You have collected exactly 2800 aluminum cans for recycling, each with a mass of 13.6 g. How much energy is needed to melt them if their initial temperature is 26.2◦C? Assume the specific heat, the latent heat and the melting point of aluminum are 899 J/kg ·◦ C,
3.97 × 105 J/kg and 660.4 ◦C, respectively. Answer in units of J
c=899 J/kg •◦ C, r= 3.97 × 105 J/kg
m=2800•0.0136= 38.08 kg
E = Q=cm(660.4-26.2) + r m = …
To calculate the energy needed to melt the aluminum cans, we need to break the problem down into two steps:
Step 1: Calculate the heat energy required to raise the temperature of the aluminum cans from 26.2°C to its melting point of 660.4°C.
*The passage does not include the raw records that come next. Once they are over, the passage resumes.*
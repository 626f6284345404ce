import { problemNoticeWords } from '../strings/interface'

/** One thing wrong with the input: where, and how to mend it. */
export interface FieldProblem {
  path: string
  message: string
  row?: number
  column?: string
}

/** What a failed request told, as far as it is shown (RFC 9457 problem details). */
export interface ShownProblem {
  code: string
  title: string
  detail?: string
  /** Names the entry in the server's log. */
  id?: string
  errors: FieldProblem[]
}

const isRecord = (value: unknown): value is Record<string, unknown> =>
  typeof value === 'object' && value !== null
const text = (value: unknown): string | undefined => (typeof value === 'string' && value ? value : undefined)

function fieldProblems(value: unknown): FieldProblem[] {
  if (!Array.isArray(value)) return []
  return value.filter(isRecord).map((each) => ({
    path: text(each.path) ?? '',
    message: text(each.message) ?? problemNoticeWords.other,
    ...(typeof each.row === 'number' ? { row: each.row } : {}),
    ...(text(each.column) ? { column: text(each.column) } : {}),
  }))
}

/** Reads a problem out of whatever was thrown: the client's `ApiProblem`, problem details, or any error. */
export function toShownProblem(thrown: unknown): ShownProblem {
  const source =
    isRecord(thrown) && isRecord(thrown.problem) ? thrown.problem : isRecord(thrown) ? thrown : {}
  const code = text(source.code) ?? 'unexpected'
  const known = problemNoticeWords.titles[code]
  // A plain error's message is for developers; only what the server wrote for people is shown.
  const detail = text(source.detail) ?? (typeof thrown === 'string' ? thrown : undefined)
  return {
    code,
    title: known ?? problemNoticeWords.other,
    ...(detail ? { detail } : {}),
    ...(text(source.id) && text(source.code) ? { id: text(source.id) } : {}),
    errors: fieldProblems(source.errors),
  }
}

/** "body.readings[3].value" as "readings.3.value": the name of a field in a form. */
export const fieldPath = (path: string): string =>
  path
    .replace(/^\/?(body|query|params)([./[]|$)/, (_match, _part, next: string) => (next === '[' ? '[' : ''))
    .replace(/\[(\w+)\]/g, '.$1')
    .replace(/\//g, '.')
    .replace(/^\./, '')
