import { organisations } from '@evenrule/api/contract'
import { computed, type ComputedRef } from 'vue'
import { useApi } from '../../session/client'
import { useSession } from '../../session/useSessionStore'
import { useHere, useLoaded } from '../common'

export interface Person {
  id: string
  name: string
}

const pageSize = 100

/** Members who may have taken readings; oneself is there at once. */
export function usePeople(): { people: ComputedRef<Person[]> } {
  const api = useApi()
  const here = useHere()
  const session = useSession()

  async function allFrom(page: number): Promise<Person[]> {
    const { items, total } = await api.call(organisations.listMembers, {
      params: here.params(),
      query: { page, size: pageSize },
    })
    const rest = page * pageSize < total ? await allFrom(page + 1) : []
    return [...items.map(({ id, name }) => ({ id, name })), ...rest]
  }
  const { data } = useLoaded(
    () => here.organisationId.value,
    () => allFrom(1),
  )
  const people = computed<Person[]>(() => {
    if (data.value) return data.value
    return session.person ? [{ id: session.person.id, name: session.person.name }] : []
  })
  return { people }
}
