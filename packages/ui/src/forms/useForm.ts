import { computed, nextTick, reactive, ref, shallowRef, toRaw, watch, type ComputedRef, type Ref } from 'vue'
import { formWords } from '../strings/interface'
import { readDraft, writeDraft } from './drafts'
import { copy, getPath, same, setPath } from './paths'
import { fieldPath, toShownProblem, type FieldProblem } from './problem'
import { useLeaveGuard, type LeaveGuard } from './useLeaveGuard'

export interface UseFormOptions<Values extends object, Result> {
  initial: Values
  /** Sends the values; what it throws is shown, by field where it names one. */
  submit(values: Values): Promise<Result>
  /** Keeps what was typed across a reload, under this name; different for every record edited. */
  storageKey?: string
  /** Checks that need no server: messages by field path; nothing is sent while there are any. */
  validate?(values: Values): Record<string, string | undefined>
  /** After a successful submit; the form is clean by then, so it may navigate. */
  done?(result: Result): unknown
}

/** What a field component takes: `v-bind="form.field('resolution')"`. */
export interface FieldBinding<Value = never> {
  name: string
  modelValue: Value
  error: string | undefined
  'onUpdate:modelValue'(value: unknown): void
}

export interface Form<Values extends object> {
  values: Values
  errors: Record<string, string | undefined>
  /** Errors of the server that belong to none of the form's fields. */
  otherErrors: Ref<FieldProblem[]>
  /** What the last submit failed with; for ProblemNotice. */
  problem: Ref<unknown>
  busy: Ref<boolean>
  dirty: ComputedRef<boolean>
  /** Values of an earlier visit were put back. */
  restored: Ref<boolean>
  leaving: LeaveGuard
  field<Value = never>(path: string): FieldBinding<Value>
  submit(): Promise<boolean>
  /** Back to the initial values, or on to new ones; forgets what was typed. */
  reset(values?: Values): void
}

/** Puts the cursor into the first field, in page order, whose error is shown. */
async function focusFirstError(errors: Record<string, string | undefined>): Promise<void> {
  await nextTick()
  const fields = [...document.querySelectorAll<HTMLElement>('[data-field]')]
  const first = fields.find((field) => errors[field.dataset.field ?? ''])
  const control = first?.querySelector<HTMLElement>('input, textarea, select, button, [tabindex]')
  if (control) control.focus()
  else document.querySelector<HTMLElement>('.problem-notice')?.scrollIntoView({ block: 'nearest' })
}

/**
 * State and behaviour of one form: keeps what was typed across a failed request and a reload, puts the server's
 * errors at their fields, focuses the first, and asks before unsaved work is left. Call in a component's setup;
 * `FormFrame` shows it.
 */
export function useForm<Values extends object, Result = unknown>(
  options: UseFormOptions<Values, Result>,
): Form<Values> {
  const { storageKey } = options
  const baseline = shallowRef(copy(options.initial))
  const values = reactive(copy(options.initial)) as Values
  const errors = reactive<Record<string, string | undefined>>({})
  const otherErrors = ref<FieldProblem[]>([])
  const problem = shallowRef<unknown>()
  const busy = ref(false)
  const restored = ref(false)
  const fields = new Set<string>()
  const dirty = computed(() => !same(values, baseline.value))

  const draft = readDraft(storageKey)
  if (typeof draft === 'object' && draft !== null && !Array.isArray(draft)) {
    // Only what the form knows is taken back: a draft of an older version may hold other fields.
    for (const key of Object.keys(values)) if (key in draft) setPath(values, key, getPath(draft, key))
    restored.value = dirty.value
  }

  watch(values, () => writeDraft(storageKey, dirty.value ? toRaw(values) : undefined), {
    deep: true,
    flush: 'post',
  })

  const leaving = useLeaveGuard(dirty, () => writeDraft(storageKey, undefined))

  function clearErrors() {
    for (const key of Object.keys(errors)) delete errors[key]
    otherErrors.value = []
    problem.value = undefined
  }

  /** The form's field an error path belongs to: itself or the nearest field above it. */
  function ownerOf(path: string): string | undefined {
    const keys = fieldPath(path).split('.')
    for (let length = keys.length; length > 0; length -= 1) {
      const candidate = keys.slice(0, length).join('.')
      if (fields.has(candidate)) return candidate
    }
    return undefined
  }

  function take(thrown: unknown) {
    problem.value = thrown
    for (const error of toShownProblem(thrown).errors) {
      const owner = ownerOf(error.path)
      if (owner === undefined) otherErrors.value.push(error)
      else errors[owner] ??= error.message
    }
  }

  function field<Value = never>(path: string): FieldBinding<Value> {
    fields.add(path)
    return {
      name: path,
      modelValue: getPath(values, path) as Value,
      error: errors[path],
      'onUpdate:modelValue'(value) {
        setPath(values, path, value)
        delete errors[path]
      },
    }
  }

  function replace(next: Values) {
    baseline.value = copy(next)
    for (const key of Object.keys(values)) if (!(key in next)) delete (values as Record<string, unknown>)[key]
    Object.assign(values, copy(next))
    restored.value = false
    writeDraft(storageKey, undefined)
  }

  async function submit(): Promise<boolean> {
    if (busy.value) return false
    clearErrors()
    for (const [path, message] of Object.entries(options.validate?.(values) ?? {}))
      if (message) errors[path] = message
    if (Object.keys(errors).length) {
      problem.value = { code: 'invalid-input', detail: formWords.seeFields }
      await focusFirstError(errors)
      return false
    }
    busy.value = true
    const sent = copy(toRaw(values))
    try {
      const result = await options.submit(sent)
      // What was typed while the request was under way stays, as a change against what was saved.
      baseline.value = sent
      restored.value = false
      writeDraft(storageKey, dirty.value ? toRaw(values) : undefined)
      await options.done?.(result)
      return true
    } catch (thrown) {
      take(thrown)
      await focusFirstError(errors)
      return false
    } finally {
      busy.value = false
    }
  }

  return {
    values,
    errors,
    otherErrors,
    problem,
    busy,
    dirty,
    restored,
    leaving,
    field,
    submit,
    reset(next) {
      clearErrors()
      replace(next ?? baseline.value)
    },
  }
}
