export { default as NewStudyPage } from './NewStudyPage.vue'
export { default as StudiesPage } from './StudiesPage.vue'
export { default as StudyPage } from './StudyPage.vue'
export { default as TaskStudies } from './TaskStudies.vue'
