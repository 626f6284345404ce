export { default as ClauseForm } from './ClauseForm.vue'
export { default as ClauseResultRow } from './ClauseResultRow.vue'
export {
  draftOf,
  readDraftParameters,
  noBaseline,
  type BaselineDraft,
  type ClauseDraft,
  type MarginDraft,
  type ReadDraft,
} from './clauseDraft'
export { ruleFigures, type RuleFigures } from './ruleFigures'
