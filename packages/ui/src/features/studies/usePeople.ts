import { computed } from 'vue'
import { useSession } from '../../session/useSessionStore'

/** Members who may have taken readings. */
export function usePeople() {
  const session = useSession()
  const people = computed(() =>
    session.person ? [{ id: session.person.id, name: session.person.name }] : [],
  )
  return { people }
}
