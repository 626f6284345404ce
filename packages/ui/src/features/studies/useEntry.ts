import { studies } from '@evenrule/api/contract'
import { computed, ref, shallowRef, type ComputedRef, type Ref, type ShallowRef } from 'vue'
import { useForm, type Form } from '../../forms/useForm'
import { useApi } from '../../session/client'
import { useSession } from '../../session/useSessionStore'
import { orNull, useHere, type Loaded } from '../common'
import { entryInput, entryProblems, entryStart, type EntryValues } from './entry'
import { countingData, keptReadings } from './studyText'
import { useAsked } from './useAsked'

export interface Entry {
  form: Form<EntryValues>
  file: ShallowRef<File | undefined>
  preview: Loaded<studies.ReadingsPreview | null>
  /** True computes, false keeps. */
  complete: Ref<boolean>
  kept: ComputedRef<number>
  /** Readings that stand before those entered here. */
  before(): number
  /** Takes the file to read. */
  choose(file: File): void
  /** Whether everything that can be checked here is in order. */
  ready(): boolean
}

const localToday = (): string => {
  const now = new Date()
  return [now.getFullYear(), now.getMonth() + 1, now.getDate()]
    .map((part) => String(part).padStart(2, '0'))
    .join('-')
}

/** Entering, or correcting, the readings of a study: what is typed, how the server reads it, and storing it. */
export function useEntry(
  study: studies.Study,
  correcting: boolean,
  done: (study: studies.Study) => void,
): Entry {
  const api = useApi()
  const here = useHere()
  const session = useSession()
  const at = here.params({ studyId: study.id })
  const file = shallowRef<File>()
  const complete = ref(true)
  const last = countingData(study)
  const kept = computed(() => (correcting ? 0 : keptReadings(study)))

  const problems = (values: EntryValues) =>
    entryProblems(values, {
      hasInput: entryInput(values, Boolean(file.value)) !== null,
      preview: preview.data.value ?? null,
      correcting,
    })
  const form: Form<EntryValues> = useForm({
    initial: entryStart({
      planned: study.plannedReadings,
      kept: kept.value,
      texts: correcting ? (last?.texts ?? []) : [],
      today: last?.collectedOn ?? localToday(),
      me: session.person?.id ?? '',
      appraiser: last?.appraiser ?? '',
    }),
    storageKey: `readings.${study.id}${correcting ? '.correct' : ''}`,
    validate: problems,
    submit: (values) =>
      api.call(studies.storeReadings, {
        params: at,
        body: {
          ...(entryInput(values, Boolean(file.value)) ?? { source: values.source }),
          append: values.append,
          expectedVersion: study.rowVersion,
          complete: complete.value,
          leaveOutBadRows: values.leaveOutBadRows,
          collectedOn: values.collectedOn,
          takenBy: values.takenBy,
          appraiser: values.appraiser.trim(),
          reason: orNull(values.reason),
        },
        ...(values.source === 'uploaded' && file.value ? { file: file.value } : {}),
      }),
    done,
  })

  const stamp = computed(() => file.value && [file.value.name, file.value.size, file.value.lastModified])
  const preview = useAsked(
    () => {
      const input = entryInput(form.values, Boolean(file.value))
      return input && { body: { ...input, append: form.values.append }, stamp: stamp.value }
    },
    ({ body }) =>
      api.call(studies.previewReadings, {
        params: at,
        body,
        ...(body.source === 'uploaded' && file.value ? { file: file.value } : {}),
      }),
  )
  return {
    form,
    file,
    preview,
    complete,
    kept,
    before: () => (form.values.append ? kept.value : 0),
    choose(chosen) {
      file.value = chosen
      form.field('file')['onUpdate:modelValue'](chosen.name)
    },
    ready: () => Object.values(problems(form.values)).every((problem) => problem === undefined),
  }
}
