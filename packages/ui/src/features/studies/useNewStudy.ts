import { studies, type gauges, type tasks } from '@evenrule/api/contract'
import { computed, ref } from 'vue'
import { useForm } from '../../forms/useForm'
import { parseNumber } from '../../format'
import { useApi } from '../../session/client'
import { planWords as words } from '../../strings/studies'
import { useHere } from '../common'
import { chanceOf, planAnswer, slotsOf } from './planFacts'
import { usePlan } from './usePlan'

/** What a study is planned for. */
export interface StudyStart {
  task: tasks.MeasuringTask
  gauge: gauges.Gauge
  code: string
}

/** The form of a new study, the plan for what is assumed in it, and the number of readings that follows. */
export function useNewStudy(start: StudyStart, done: (study: studies.Study) => void) {
  const api = useApi()
  const here = useHere()
  const form = useForm({
    initial: {
      otherTaskIds: [] as string[],
      standardId: '',
      unit: start.gauge.unit,
      measuredAs: 'value' as 'value' | 'deviation',
      bias: '0',
      standardDeviation: start.gauge.resolution,
      chance: '90',
      /** Empty while the plan's own number stands. */
      plannedReadings: '',
      code: start.code,
      slots: '',
      history: false,
    },
    storageKey: `study.${start.task.id}`,
    validate: (values) => ({
      standardId: values.standardId ? undefined : words.chooseStandard,
      bias: parseNumber(values.bias).value === null ? words.number : undefined,
      standardDeviation: (parseNumber(values.standardDeviation).value ?? 0) > 0 ? undefined : words.above,
      chance: chanceOf(values.chance) === undefined ? words.chanceBounds : undefined,
      plannedReadings: /^\d+$/.test(plannedText().trim()) ? undefined : words.whole,
      code: values.code.trim() ? undefined : words.codeMissing,
    }),
    submit: ({ otherTaskIds, slots, history, bias, standardDeviation, chance, ...rest }) =>
      api.call(studies.registerStudy, {
        params: here.params(),
        body: {
          ...rest,
          taskIds: [start.task.id, ...otherTaskIds],
          plannedReadings: Number(plannedText()),
          slots: slotsOf(slots),
          registeredBeforehand: !history,
          plan: { bias, standardDeviation, chance: chanceOf(chance) ?? 0 },
        },
      }),
    done,
  })
  const plan = usePlan(() => ({
    taskIds: [start.task.id, ...form.values.otherTaskIds],
    unit: form.values.unit,
    bias: form.values.bias,
    standardDeviation: form.values.standardDeviation,
    chance: form.values.chance,
  }))
  const least = computed(() => plan.data.value?.readings ?? null)

  // The plan's number is nothing typed that could be lost, so it stays out of the form until somebody types another.
  const typed = ref(form.values.plannedReadings !== '')
  function plannedText(): string {
    return typed.value ? form.values.plannedReadings : String(least.value ?? '')
  }
  /** Binding of the field with the planned number. */
  function plannedField() {
    const field = form.field<string>('plannedReadings')
    return {
      ...field,
      modelValue: plannedText(),
      'onUpdate:modelValue'(text: string) {
        typed.value = true
        field['onUpdate:modelValue'](text)
      },
    }
  }
  const plannedHint = computed(() => {
    if (least.value === null) return undefined
    const wanted = Number(plannedText())
    const fewer = wanted > 0 && wanted < least.value
    return fewer ? words.plannedBelow(least.value) : words.plannedHint(least.value)
  })
  const answer = computed(() =>
    plan.data.value ? planAnswer(plan.data.value, chanceOf(form.values.chance) ?? 0) : undefined,
  )
  return { form, plan, answer, plannedField, plannedHint }
}
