/** What every field takes; `error` comes from the form (`v-bind="form.field('name')"`). */
export interface FieldProps {
  label: string
  /** Path of the field in the form. */
  name?: string
  hint?: string
  error?: string
  required?: boolean
  disabled?: boolean
  readonly?: boolean
}

/** One entry of a list to choose from. */
export interface Choice<Value extends string | number = string> {
  value: Value
  label: string
  hint?: string
  disabled?: boolean
}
The heat energy required to raise the temperature can be calculated using the specific heat formula:
Q1 = m * c * ΔT
Where:
Q1 = heat energy required
m = mass of aluminum cans (in kg)
c = specific heat of aluminum (in J/kg·°C)
ΔT = change in temperature (in °C)
Given:
Mass of one aluminum can = 13.6 g = 0.0136 kg (since 1 kg = 1000 g)
Specific heat of aluminum = 899 J/kg·°C
Initial temperature = 26.2°C
Melting point temperature = 660.4°C
ΔT = melting point temperature - initial temperature
ΔT = 660.4°C - 26.2°C
ΔT = 634.2°C
m = mass of one aluminum can * number of cans
m = 0.0136 kg * 2800 cans
m = 38.08 kg
Q1 = 38.08 kg * 899 J/kg·°C * 634.2°C
Q1 = 171,752.5616 J
Step 2: Calculate the heat energy required for melting the aluminum cans.
The heat energy required for the phase change (melting) can be calculated using the latent heat formula:
Q2 = m * L
Where:
Q2 = heat energy required
m = mass of aluminum cans (in kg)
L = latent heat of aluminum (in J/kg)
Given:
Latent heat of aluminum = 3.97 × 10^5 J/kg
Mass of aluminum cans = 38.08 kg
Q2 = 38.08 kg * 3.97 × 10^5 J/kg
Q2 = 1,510,576 J
Finally, the total energy required to melt the aluminum cans is the sum of Q1 and Q2:
Total energy = Q1 + Q2
Total energy = 171,752.5616 J + 1,510,576 J
Total energy = 1,682,328.5616 J
Therefore, the energy needed to melt the aluminum cans is approximately 1,682,328.5616 J.
To calculate the energy required to melt the aluminum cans, we need to consider two steps: raising the temperature of the cans to the melting point, and then melting them.
Step 1: Calculate the energy required to raise the temperature of the cans:
The specific heat (c) of aluminum is given as 899 J/kg · ◦C. This means that it takes 899 Joules of energy to raise the temperature of 1 kilogram of aluminum by 1 degree Celsius.
First, we need to calculate the total mass of aluminum cans. Since each can has a mass of 13.6 grams, the mass can be calculated as:
Mass = Number of cans * Mass per can
Mass = 2800 * 13.6 g
Mass = 38,080 g
Convert the mass to kilograms:
Mass = 38,080 g / 1000
Mass = 38.08 kg
Next, we need to calculate the temperature difference:
ΔT = Final temperature - Initial temperature
ΔT = 660.4 ◦C - 26.2 ◦C
ΔT = 634.2 ◦C
Now we can calculate the energy required to raise the temperature of the cans:
Energy = Mass * Specific heat * ΔT
Energy = 38.08 kg * 899 J/kg · ◦C * 634.2 ◦C
Step 2: Calculate the energy required to melt the aluminum cans:
The latent heat (L) of aluminum is given as 3.97 × 10^5 J/kg. This is the amount of energy required to change the state of 1 kilogram of aluminum from solid to liquid at its melting point.
The total energy required to melt the aluminum cans can be calculated as:
Energy = Mass * Latent heat
Energy = 38.08 kg * 3.97 × 10^5 J/kg
Adding the energy required for both steps together will give the total energy required to melt the aluminum cans.
Total energy = Energy for raising temperature + Energy for melting
Total energy = (38.08 kg * 899 J/kg · ◦C * 634.2 ◦C) + (38.08 kg * 3.97 × 10^5 J/kg)
Now, you can calculate the total energy required.